Xenon Concentration

The Xenon buildup in fission fuel is an important parameter to consider during burnup of fuel. Xenon is a radioactive gas and causes many problems within the fuel cycle. Besides these issues, calculation of Xenon buildup is also an illustration of how to use the Bateman equations, which has many other uses in nuclear engineering.

To start, we know that Xenon can be produced directly in the fission process, at the rate of \(\gamma_{Xe}\), and can also come from the decay of Iodine that was produced by fission (at the rate of \(\gamma_{I}\)). Thus, we must define two equations

\[\frac{dN_{I}}{dt}=\underbrace{\gamma_{I}F\left(t\right)}_{\text{production}} -\underbrace{\overline{\lambda}_{I}N_{I}\left(t\right)}_{\text{loss}}\]
\[ \begin{align}\begin{aligned}\frac{dN_{Xe}}{dt}=\underbrace{\gamma_{Xe}F\left(t\right)+\lambda_{I}N_{I}\left(t\right)}_{\text{production}} -\underbrace{\overline{\lambda}_{Xe}N_{Xe}\left(t\right)}_{\text{loss}}\\with :math:`\sigma_{.}` the cross section for neutron absorption,\end{aligned}\end{align} \]

\(\phi\) the neutron flux, \(F\left( t \right)\) the fission rate, and

\[\overline{\lambda}_{I}=\lambda_{I}+\sigma_{I}\phi\left(t\right)\]
\[ \begin{align}\begin{aligned}\overline{\lambda}_{Xe}=\lambda_{Xe}+\sigma_{Xe}\phi\left(t\right)\\with :math:`\lambda_{x}` the decay constant.\end{aligned}\end{align} \]

Conceptually, both of these equations are simple: they both read that the change in the concentration of the atom is the production of that atom (whether directly from fission or from decay of Iodine in the case of xenon) less the loss of that atom.

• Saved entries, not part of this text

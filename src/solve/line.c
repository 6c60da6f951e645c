/* SPDX-License-Identifier: MIT
 *
 * How far to go along a direction: the rules that all descent solvers share.
 *
 * A step t along a line with f(0) = f0 and f'(0) = s < 0 is taken when
 *
 *     f(t) <= f0 + c t s + slack,       slack = rounding |R| (|T| + |R|)
 *
 * (Armijo 1966). The slack is what rounding of the cells' residuals may move the objective by: near the minimum of a
 * noisy table the decrease that is still to be had is smaller than that, and without it no solver could bring the
 * gradient below the square root of epsilon. Otherwise the step is cut to the minimum of the parabola through f0, s
 * and f(t), held between a tenth and a half of t (Dennis, Schnabel 1983, section 6.3.2).
 */
#include "solve/solve_internal.h"

#include <math.h>

/* Small, so that the exact step of a nearly quadratic objective (ratio 1/2) is never refused. */
static const double armijo = 1e-4;

struct line line_start(const struct problem *problem, const struct solve_measure *measure, double slope)
{
    double residual = sqrt(measure->square);
    return (struct line){.objective = measure->objective,
                         .slope = slope,
                         .slack = problem->rounding * residual * (problem->norm + residual)};
}

bool line_accepts(const struct line *line, double t, double objective)
{
    return objective <= line->objective + armijo * t * line->slope + line->slack;
}

double line_shorten(const struct line *line, double t, double objective)
{
    double rise = objective - line->objective - t * line->slope;
    double shorter = -0.5 * line->slope * t * (t / rise);
    if (!(shorter > 0.1 * t)) /* also when the objective overflowed or is not a number */
        return 0.1 * t;
    return shorter > 0.5 * t ? 0.5 * t : shorter;
}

The loss of that atom is the sum of the natural decay and the neutron absorption probability (which will transmute the atom).

To solve these equations, the integrating factor is used, and these steps are shown below

\[\frac{d}{dt}\left[N_{I}\left(t\right)e^{\overline{\lambda}_{I}t}\right]=\gamma_{I}Fe^{\overline{\lambda}_{I}t}\]
\[N_{I}\left(t\right)=N_{I}^{0}e^{\overline{\lambda}_{I}t}+\frac{\gamma_{I}F}{\lambda_{I}}\left(1-e^{\overline{\lambda}_{I}t}\right)\]
\[\frac{d}{dt}\left[N_{Xe}e^{\overline{\lambda}_{Xe}t}\right]=\left[\gamma_{Xe}F+\lambda_{I}N_{I}\left(t\right)\right]e^{\overline{\lambda}_{Xe}t}\]
\[\begin{split}\begin{multline*} N_{Xe}\left(t\right)=N_{Xe}^{0}e^{\overline{\lambda}_{Xe}t}+\frac{\gamma_{Xe}F}{\lambda_{Xe}}\left(1-e^{-\overline{\lambda}_{Xe}t}\right)+\frac{\lambda_{I}N_{I}^{0}}{\overline{\lambda}_{Xe}-\overline{\lambda}_{I}}\left(e^{-\overline{\lambda}_{I}t}-e^{-\overline{\lambda}_{Xe}t}\right)\\ +\frac{\lambda_{I}\gamma_{I}F}{\overline{\lambda}_{I}}\left[\frac{1}{\overline{\lambda}_{Xe}}\left(1-e^{-\overline{\lambda}_{Xe}t}\right)-\frac{1}{\overline{\lambda}_{Xe}-\overline{\lambda}_{I}}\left(e^{-\overline{\lambda}_{I}t}-e^{-\overline{\lambda}_{Xe}t}\right)\right] \end{multline*}\end{split}\]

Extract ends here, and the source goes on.